Train Shallow Networks on CPUs and GPUs
Parallel Computing Toolbox
Tip
This topic describes shallow networks. For deep learning, see instead Scale Up Deep Learning in Parallel, on GPUs, and in the Cloud.
Neural network training and simulation involves many parallel calculations. Multicore CPUs, graphical processing units (GPUs), and clusters of computers with multiple CPUs and GPUs can all take advantage of parallel calculations.
Together, Deep Learning Toolbox™ and Parallel Computing Toolbox™ enable the multiple CPU cores and GPUs of a single computer to speed up training and simulation of large problems.
The following is a standard single-threaded training and simulation session. (While the benefits of parallelism are most visible for large problems, this example uses a small dataset that ships with Deep Learning Toolbox.)
[x, t] = bodyfat_dataset; net1 = feedforwardnet(10); net2 = train(net1, x, t); y = net2(x);
Parallel CPU Workers
Intel® processors ship with as many as eight cores. Workstations with two processors can have as many as 16 cores, with even more possible in the future. Using multiple CPU cores in parallel can dramatically speed up calculations.
Start or get the current parallel pool and view the number of workers in the pool.
pool = gcp; pool.NumWorkers
An error occurs if you do not have a license for Parallel Computing Toolbox.
When a parallel pool is open, set the train
function’s
'useParallel'
option to 'yes'
to specify that training
and simulation be performed across the pool.
net2 = train(net1,x,t,'useParallel','yes'); y = net2(x,'useParallel','yes');
GPU Computing
GPUs can have thousands of cores on a single card and are highly efficient on parallel algorithms like neural networks.
Use gpuDeviceCount
to check whether a supported GPU card is available
in your system. Use the function gpuDevice
to review the currently selected
GPU information or to select a different GPU.
gpuDeviceCount
gpuDevice
gpuDevice(2) % Select device 2, if available
An “Undefined function or variable” error appears if you do not have a license for Parallel Computing Toolbox.
When you have selected the GPU device, set the train
or
sim
function’s 'useGPU'
option to
'yes'
to perform training and simulation on it.
net2 = train(net1,x,t,'useGPU','yes'); y = net2(x,'useGPU','yes');
Multiple GPU/CPU Computing
You can use multiple GPUs for higher levels of parallelism.
After opening a parallel pool, set both 'useParallel'
and
'useGPU'
to 'yes'
to harness all the GPUs and CPU cores
on a single computer. Each worker associated with a unique GPU uses that GPU. The rest of the
workers perform calculations on their CPU core.

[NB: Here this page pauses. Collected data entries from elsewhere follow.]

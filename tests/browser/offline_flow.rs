//! The site app without signal: Chromium's network switched off through DevTools network
//! emulation, tests previewed on the phone by the WebAssembly build of the server's own
//! library, kept in IndexedDB, and stored exactly once when the network is back — also
//! when the server restarts in the middle of the sync, and never dropped when refused.

use std::time::Duration;

use serde_json::{Value, json};

use crate::app::{PROJECT, Rig, km_m, nuclear_reading};
use crate::pages;
use crate::webdriver::Session;

/// Switches the page's network off or on (DevTools network emulation), with `latency_ms`.
async fn network(b: &Session, online: bool, latency_ms: u64) {
    b.cdp("Network.enable", json!({})).await;
    b.cdp(
        "Network.emulateNetworkConditions",
        json!({"offline": !online, "latency": latency_ms, "downloadThroughput": -1, "uploadThroughput": -1}),
    )
    .await;
    b.wait_until("navigator.onLine to follow the emulation", async || {
        (b.script("return navigator.onLine;", vec![]).await == json!(online)).then_some(())
    })
    .await;
}

/// How many tests the phone keeps, and how many of them the server refused.
async fn queue(b: &Session) -> (u64, u64) {
    let v = b
        .script(
            "return window.liftSite.all().then(function (a) { return [a.length, a.filter(function (i) { return i.state === 'refused'; }).length]; });",
            vec![],
        )
        .await;
    (v[0].as_u64().unwrap_or(99), v[1].as_u64().unwrap_or(99))
}

/// Types one nuclear test into the entry form (number empty: the server numbers it).
async fn fill(b: &Session, chainage_m: f64, dry: f64, omc: f64, number: &str) {
    let (wet, moisture) = nuclear_reading(dry, omc);
    b.find("#number").await.type_over(number).await;
    b.find("#chainage").await.type_over(&km_m(chainage_m)).await;
    b.find("#offset_m").await.type_over("1.5").await;
    b.find("#technician").await.type_over("R. Okafor").await;
    b.find("#wet_density").await.type_over(&wet).await;
    b.find("#moisture_density").await.type_over(&moisture).await;
}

net2 = train(net1,x,t,'useParallel','yes','useGPU','yes'); y = net2(x,'useParallel','yes','useGPU','yes');
For some problems, using GPUs and CPUs together can result in the highest computing speed.
For other problems, the CPUs might not keep up with the GPUs, and so using only GPUs is faster.
Set 'useGPU'
to 'only'
, to restrict the parallel computing
to workers with unique GPUs.
net2 = train(net1,x,t,'useParallel','yes','useGPU','only'); y = net2(x,'useParallel','yes','useGPU','only');
Cluster Computing with MATLAB Parallel Server
MATLAB® Parallel Server™ allows you to harness all the CPUs and GPUs on a network cluster of computers. To take advantage of a cluster, open a parallel pool with a cluster profile. Use the MATLAB Home tab Environment area Parallel menu to manage and select profiles.
After opening a parallel pool, train the network by calling train
with
the 'useParallel'
and 'useGPU'
options.
net2 = train(net1,x,t,'useParallel','yes'); y = net2(x,'useParallel','yes'); net2 = train(net1,x,t,'useParallel','yes','useGPU','only'); y = net2(x,'useParallel','yes','useGPU','only');
Load Balancing, Large Problems, and Beyond
For more information on parallel computing with Deep Learning Toolbox, see Shallow Neural Networks with Parallel and GPU Computing, which introduces other topics, such as how to manually distribute data sets across CPU and GPU workers to best take advantage of differences in machine speed and memory.
Distributing data manually also allows worker data to load sequentially, so that data sets are limited in size only by the total RAM of a cluster instead of the RAM of a single computer. This lets you apply neural networks to very large problems.